WE ARE ALL ARTISTS
The majority of my life I thought art “was not my thing”…
I always wanted to be an artist, I remember sitting attempting to draw a realistic portrayal of ANYTHING, but I was always disappointed with the outcome. Somewhere along the way, I decided you could only be an artist if you were born an artist and stopped trying. Instead, I was good at math and science, I was a pretty good swimmer and a hard worker. The rest, I was not so sure about…
My mom used to sew our clothes. She made my sister’s bridesmaid dresses. She made me a T-shirt quilt after college from a plethora of swimming souvenirs. She continues to sew gifts for my children. My Dad, after his retirement, took to whittling wood into ball point pens. He makes us wooden gifts each Christmas. A cradle, a bread knife, a wine cork, a cutting board, a necklace tree… He made my daughter a wooden doll house. He made my son a wooden train…
My mother’s father was a pilot, he owned a small airport in rural Wisconsin, and had a Christmas tree farm. He tinkered in the garage well into his 90’s. Her mother, who could also fly a plane, was a talented seamstress. She crocheted afghans for my sisters and I, along with MANY other relatives, until she passed away at 93 years old…
My father’s father was a dairy farmer. Eventually, he sold the farm and worked in a 7-UP plant. Like his son, he enjoyed wood working. I have a toy box he made me when I was a toddler…
My cultural heritage is filled with MAKERS…ARTISTS.
What I know now is that we all have that artist inside of us. A lot of us have just not found the courage to go looking for it. We are scared to be vulnerable, we are scared to take the risk, we are scared to let it out. We are fearful of the judgement. We are fearful we will not be good enough. We are fearful others will think it all a waste of time.

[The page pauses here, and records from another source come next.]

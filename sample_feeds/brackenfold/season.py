"""Both seasons of Brackenfold Mere, end to end: force, run the truth, observe, write, summarise."""
from __future__ import annotations

from pathlib import Path

import numpy as np
import pandas as pd

from .forcing import make_forcing
from .sampling import observe
from .setting import SEASONS
from .summary import daily_truth, summary_text
from .truth import run_truth
from .writers import write_export, write_truth


def generate(seed: int, out_dir: Path) -> str:
    """Write the exports and the truth of every season for ``seed`` under ``out_dir``; return the summary.

    Each season draws from its own child generators of ``seed`` (one for the
    forcing, one for the sampling), so the same seed writes the same bytes and
    a change to one season's sampling never shifts another's weather.
    """
    out_dir = Path(out_dir)
    daily, events, storms = [], [], {}
    for season, seq in zip(SEASONS, np.random.SeedSequence(seed).spawn(len(SEASONS))):
        rng_forcing, rng_sampling = (np.random.default_rng(s) for s in seq.spawn(2))
        forcing, season_storms = make_forcing(rng_forcing, season)
        states = run_truth(forcing, season)
        rows, season_events = observe(rng_sampling, forcing, states)
        write_export(out_dir, season.year, rows)
        dates = pd.DatetimeIndex(forcing["date"])
        storms[season.year] = [(f"{dates[d]:%Y-%m-%d}", m) for d, m in season_storms]
        events += [{"season": season.year, "kind": "storm", "date": d, "detail": f"magnitude {m:.2f}"}
                   for d, m in storms[season.year]]
        strat = forcing["stratified"].to_numpy()
        if strat.any():
            first, last = int(np.argmax(strat)), len(strat) - 1 - int(np.argmax(strat[::-1]))
            events.append({"season": season.year, "kind": "stratified", "date": f"{dates[first]:%Y-%m-%d}",
                           "detail": f"first stratified day; last {dates[last]:%Y-%m-%d}"})
        events += [{"season": season.year, **e} for e in season_events]
        daily.append(daily_truth(forcing, states, season))
    table = pd.concat(daily, ignore_index=True)
    write_truth(out_dir, table, events)
    return summary_text(table, storms)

As I have grown older, I have grown braver. I have discovered that the only way to feel whole is to feel vulnerable, to take the risk of being judged. To be my authentic self I need to sit in a space of creativity and learn to just BE. I have found in this place I am the most free, in this place I am the most me.
I am passionate about helping others find this part of themselves. We all have it, we just have to dust it off. Sometimes we have to dig it up, and then dust it off. But, if we can find the courage to practice our creativity, we can find our true selves. We can learn to live with hope and joy. We can find that we are all …artists.
This is awesome, and it’s so very true! Thanks for the inspirational message, and I loved reading about the history of your family. Yes, we all need to just let go of our fears and find the joy! Thanks for the reminder and the nudge.
I am so glad you enjoyed it!
It’s funny how we see ourselves and how different others see us. I’ve always thought of you as talented and creative. I’ve seen your Mom and Dad’s handiwork and figured that you had inherited their talents. I loved your story and can’t wait to see more. Joy is around us and within us.
I remember doing Christmas Crafts at your house when we were really little:) Thank you!
Nicole, I love this. Thank you so much for sharing your vulnerabilities, and talking about my parents. Part of being artistic and creative is in giving the product of that expression to others, that they might enjoy it too. Part of the joy I saw in your daughter Julie’s class yesterday, was not only the accomplishment of working together to make several “Linus” fleece blankets, but also that other children would receive them who were scared or injured.
Thanks Mom! It was fun to think about all your parents did that I was oblivious to as a child. Julie enjoyed having you there at Grandparents Day!XOXO
Love this! Thank you!
Thank you! Miss you Beth!
Nicole, this is beautiful and surprising! I’ve always known you are creative and artistic. Funny what others see in us that we dont see ourselves!
Thanks for sharing and for the inspirational words!
Thank you! As an adult I think I have been able to let myself try to do more and have become less afraid of failure. As a kid and young adult I never thought I was good at it. Do you remember ripping the wall paper off the walls with me and Melissa in my bedroom in Tomah and painting my room? There was some creativity I think but I did not see it as such. Love you!
I do remember the wall paper party!! So fun! Love you too!